The added-value of the multi-disciplinary analysis

Forefront Finite Element calculation instruments (Fem) allow an assessment of the behaviour of an electromechanical device since the first design stages, avoiding corrective actions when it is difficult to modify already advanced design choices, unless with cost increases and with an extension of the product time to market. Spin Applicazioni Magnetiche holds the expertise to guide accurate multi-disciplinary analyses on such theme.

Spin Torque-power performances
Torque-power performances of the motor for automotive

«From the electromagnetic context of the Fem calculation – Tassi underlines – we extrapolate the electromagnetic forcings and, through a dedicated connection, we evaluate, in the mechanical context of finite elements, the iterations with the mechanical structure equipped with the motor, allowing the determination of the real displacement of all parts, and eventually analysing noise radiation aspects». The company can boast multi-year experience in such applications, both through dedicated consulting in home-appliance field and in automotive sector.

Electromagnetic and vibrational FEA analysis
Electromagnetic and vibrational FEA analysis

As confirmed by the numerous assignments entrusted for the management of entire projects, from the initial design to the implementation of very performing prototypes, where the vibro-acoustic analysis has been the key element of the project.

High power density at the service of automotive

The development of a traction motor for sports cars is an example of the above- mentioned workflow.
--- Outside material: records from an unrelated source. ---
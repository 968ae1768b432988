/**
 * Adaptive grid for the 1D flame: where to add points so that every solution component is resolved
 * (the gradient and curvature criteria of Smooke, J. Comput. Phys. 48 (1982) 72–105, and of the
 * PREMIX method, Kee et al., Sandia report SAND85-8240 (1985)):
 *
 * - slope:  |φ_{j+1} − φ_j| ≤ slope · (max φ − min φ) on every interval;
 * - curve:  |φ'_{j+1/2} − φ'_{j−1/2}| ≤ curve · (max φ' − min φ'), with φ' the slope of an interval;
 * - ratio:  neighbouring intervals differ in length by at most `ratio`.
 *
 * An interval that violates a criterion is halved (curvature violations halve both intervals
 * around the point). Components whose range is below `threshold` are not used (trace species); the
 * curvature criterion applies only to components whose range exceeds `curveThreshold`. Below that,
 * the slopes of a trace species in the burnt gas carry the first-order upwind scheme's local error
 * where the interval length changes (its convective difference spans the upwind interval, its cell
 * the half-intervals on both sides), and halving intervals only moves those jumps: the curvature
 * criterion then fills the whole burnt gas with points (trace NO2 took a hydrogen flame with 600 K
 * air to 911 points; with the curvature of components below 1e-6 left out it takes 221, and its
 * burning velocity and NO move by less than 0.05 %).
 */

import { DEFAULT_FLAME_GRID } from "../schemas/flame-speed";

export interface GridCriteria {
  /** Largest length ratio of neighbouring intervals (≥ 2). */
  ratio: number;
  /** Largest change of a component across an interval, as a fraction of its range. */
  slope: number;
  /** Largest change of a component's slope between neighbouring intervals, as a fraction of the slopes' range. */
  curve: number;
  /** Upper bound on the number of points. */
  maxPoints: number;
  /** Components with (max − min) below this are ignored. */
  threshold: number;
  /** The curvature criterion applies to components with (max − min) above this only. */
  curveThreshold: number;
}

/** Settings of a converged production solve (DEFAULT_FLAME_GRID of the request schema, and the thresholds). */
export const DEFAULT_GRID_CRITERIA: GridCriteria = { ...DEFAULT_FLAME_GRID, threshold: 1e-8, curveThreshold: 1e-6 };

/** Range (max − min) of component c over the N points. */
function valueRange(N: number, c: number, values: (c: number, j: number) => number): number {
  let vmin = Infinity;
  let vmax = -Infinity;
  for (let j = 0; j < N; j++) {
    const v = values(c, j);
    if (v < vmin) vmin = v;
    if (v > vmax) vmax = v;
  }
  return vmax - vmin;
}

/** Slopes of component c on the intervals of z into `out`; returns their range (max − min). */
function intervalSlopes(z: ArrayLike<number>, c: number, values: (c: number, j: number) => number, out: Float64Array): number {
  let smin = Infinity;
  let smax = -Infinity;
  for (let j = 0; j < z.length - 1; j++) {
    const s = (values(c, j + 1) - values(c, j)) / (z[j + 1] - z[j]);
    out[j] = s;
    if (s < smin) smin = s;
    if (s > smax) smax = s;
  }
  return smax - smin;
}

/**
 * Marks the intervals to split. `values(c, j)` gives component c at point j; components are
 * 0 … nComponents−1. Returns a flag per interval (length N−1); none set means the grid is fine.
 */
export function markIntervals(
  z: ArrayLike<number>,
  nComponents: number,
  values: (c: number, j: number) => number,
  criteria: GridCriteria,
): Uint8Array {
  const N = z.length;
  const mark = new Uint8Array(Math.max(0, N - 1));
  const slopes = new Float64Array(Math.max(0, N - 1));
  for (let c = 0; c < nComponents; c++) {
    const range = valueRange(N, c, values);
    if (!(range > criteria.threshold)) continue;
    for (let j = 0; j < N - 1; j++) if (Math.abs(values(c, j + 1) - values(c, j)) > criteria.slope * range) mark[j] = 1;
    const srange = range > criteria.curveThreshold ? intervalSlopes(z, c, values, slopes) : 0;
    if (srange > 0) {
      for (let j = 0; j < N - 2; j++) {
        if (Math.abs(slopes[j + 1] - slopes[j]) > criteria.curve * srange) {
          mark[j] = 1;
          mark[j + 1] = 1;
        }
      }
    }
  }
  for (let j = 1; j < N - 1; j++) {
    const a = z[j] - z[j - 1];
    const b = z[j + 1] - z[j];
    if (a > criteria.ratio * b) mark[j - 1] = 1;
    if (b > criteria.ratio * a) mark[j] = 1;
  }
  return mark;
}

/**
 * Points that a grid no longer needs (pruning, for a grid inherited from a neighbouring solution
 * whose flame was wider or elsewhere): point j is removable when the interval [z_{j−1}, z_{j+1}]
 * left without it meets the slope and curve criteria with room to spare (`margin` times their
 * limits, so that the next refinement does not put the point back at once) and the ratio
 * criterion against the intervals beside it. Never removed: the ends, the points listed in
 * `keep`, the points next to an interval marked for splitting (`mark`, from markIntervals on the
 * same grid) or next to another removed point (at most one point of three goes, so each check
 * sees the neighbours that stay).
 */
export function removablePoints(
  z: ArrayLike<number>,
  nComponents: number,
  values: (c: number, j: number) => number,
  criteria: GridCriteria,
  mark: Uint8Array,
  keep: readonly number[],
  margin: number,
): Uint8Array {
  const N = z.length;
  const remove = new Uint8Array(N);
  if (N < 5) return remove;
  // candidates: j = 2 … N − 3 (both neighbours and the next ones exist), with no marked interval
  // among the four around j
  const ok = new Uint8Array(N);
  for (let j = 2; j <= N - 3; j++) ok[j] = mark[j - 2] || mark[j - 1] || mark[j] || mark[j + 1] ? 0 : 1;
  for (const k of keep) if (k >= 0 && k < N) ok[k] = 0;
  // ratio: the merged interval against the intervals beside it
  for (let j = 2; j <= N - 3; j++) {
    if (!ok[j]) continue;
    const h = z[j + 1] - z[j - 1];
    if (h > criteria.ratio * (z[j - 1] - z[j - 2]) || h > criteria.ratio * (z[j + 2] - z[j + 1])) ok[j] = 0;
  }
  const slopes = new Float64Array(N - 1);
  for (let c = 0; c < nComponents; c++) {
    const range = valueRange(N, c, values);
    if (!(range > criteria.threshold)) continue;
    const slopeLimit = margin * criteria.slope * range;
    const curveLimit = range > criteria.curveThreshold ? margin * criteria.curve * intervalSlopes(z, c, values, slopes) : Infinity;
    for (let j = 2; j <= N - 3; j++) {
      if (!ok[j]) continue;
      const vl = values(c, j - 1);
      const vr = values(c, j + 1);
      if (Math.abs(vr - vl) > slopeLimit) {
        ok[j] = 0;
        continue;
      }
      const sm = (vr - vl) / (z[j + 1] - z[j - 1]);
      const sl = (vl - values(c, j - 2)) / (z[j - 1] - z[j - 2]);
      const sr = (values(c, j + 2) - vr) / (z[j + 2] - z[j + 1]);
      if (Math.abs(sm - sl) > curveLimit || Math.abs(sr - sm) > curveLimit) ok[j] = 0;
    }
  }
  for (let j = 2; j <= N - 3; j++) {
    if (!ok[j]) continue;
    remove[j] = 1;
    j += 2; // the next two points stay
  }
  return remove;
}

/**
 * New grid with the marked intervals halved and the points flagged in `remove` (see
 * removablePoints) left out, at most `maxPoints` points (when the budget is short, the marked
 * intervals are split from the longest down). Returns null when nothing is marked or removed.
 */
export function splitIntervals(z: ArrayLike<number>, mark: Uint8Array, maxPoints: number, remove?: Uint8Array): Float64Array | null {
  const N = z.length;
  let count = 0;
  for (let j = 0; j < mark.length; j++) count += mark[j];
  let removed = 0;
  if (remove) for (let j = 0; j < N; j++) removed += remove[j];
  if (count === 0 && removed === 0) return null;
  const budget = Math.max(0, maxPoints - (N - removed));
  if (budget === 0 && removed === 0) return null;
  const use = Uint8Array.from(mark);
  if (count > budget) {
    const idx: number[] = [];
    for (let j = 0; j < mark.length; j++) if (mark[j]) idx.push(j);
    idx.sort((a, b) => z[b + 1] - z[b] - (z[a + 1] - z[a]));
    use.fill(0);
    for (let i = 0; i < budget; i++) use[idx[i]] = 1;
    count = budget;
  }
  const out = new Float64Array(N - removed + count);
  let k = 0;
  for (let j = 0; j < N; j++) {
    if (!remove?.[j]) out[k++] = z[j];
    if (j < N - 1 && use[j]) out[k++] = 0.5 * (z[j] + z[j + 1]);
  }
  return out;
}

/** Index of the interval [z_i, z_{i+1}] containing x (clamped to the ends); z ascending. */
export function intervalOf(z: ArrayLike<number>, x: number): number {
  let lo = 0;
  let hi = z.length - 1;
  if (x <= z[0]) return 0;
  if (x >= z[hi]) return hi - 1;
  while (hi - lo > 1) {
    const m = (lo + hi) >> 1;
    if (z[m] <= x) lo = m;
    else hi = m;
  }
  return lo;
}

/** Linear interpolation of a point-major field (nComp per point) from grid z onto grid zNew. */
export function interpolateField(z: ArrayLike<number>, field: Float64Array, nComp: number, zNew: ArrayLike<number>): Float64Array {
  const out = new Float64Array(zNew.length * nComp);
  for (let i = 0; i < zNew.length; i++) {
    const x = zNew[i];
    const j = intervalOf(z, x);
    const w = Math.min(1, Math.max(0, (x - z[j]) / (z[j + 1] - z[j])));
    for (let c = 0; c < nComp; c++) out[i * nComp + c] = (1 - w) * field[j * nComp + c] + w * field[(j + 1) * nComp + c];
  }
  return out;
}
Spin Applicazioni Magnetiche, from simple inputs of power (120 kW) and speed (30,000 rpm) and maximum footprint, has guided the customer to the implementation of prototypes. «The motor design –Tassi further explains – started from the typical white sheet, with electromagnetic and mechanical optimization as elements that have guided the device development since the beginning. The electromagnetic forcings calculated have become the input for mechanical analyses; the motor structure has been optimized to reduce vibrations, stator and rotor laminations, magnets, the frame and the shields were subjected to a single vibro-acoustic optimization».

In comparison with the first hypothesized design of the automotive motor featuring 120 kW of power and 30,000 rpm, the team of Spin Applicazioni Magnetiche has succeeded in notably reducing acceleration peaks

Such approach has allowed notably reducing some acceleration peaks, up to 94% versus the first hypothesized design, the thermal analysis has concluded the design course, providing this brushless motor with remarkable performances in a volume slightly under three litres. «Through this calculation method –Tassi confirms – prototypes were validated and, without turning to design modifications, we could immediately proceed to the implementation of samples for the approvals needed for the mass production. All that with notable decrease of design times and costs».

High efficiency and low noise at the service of the home appliance

The same multi-disciplinary operational methodology was applied in another successful case, for the testing of household appliance motors for which, besides efficiency, also the noise becomes a key issue that makes the difference in the product. «The electromagnetic and mechanical model of a high-speed motor for household appliances –Tassi highlights – has given excellent results of correlation with experimental measurements, too, allowing the customer to understand how to act in the reduction of accelerations in determinate harmonics that generated resonance phenomena with the entire application where the motor itself was mounted».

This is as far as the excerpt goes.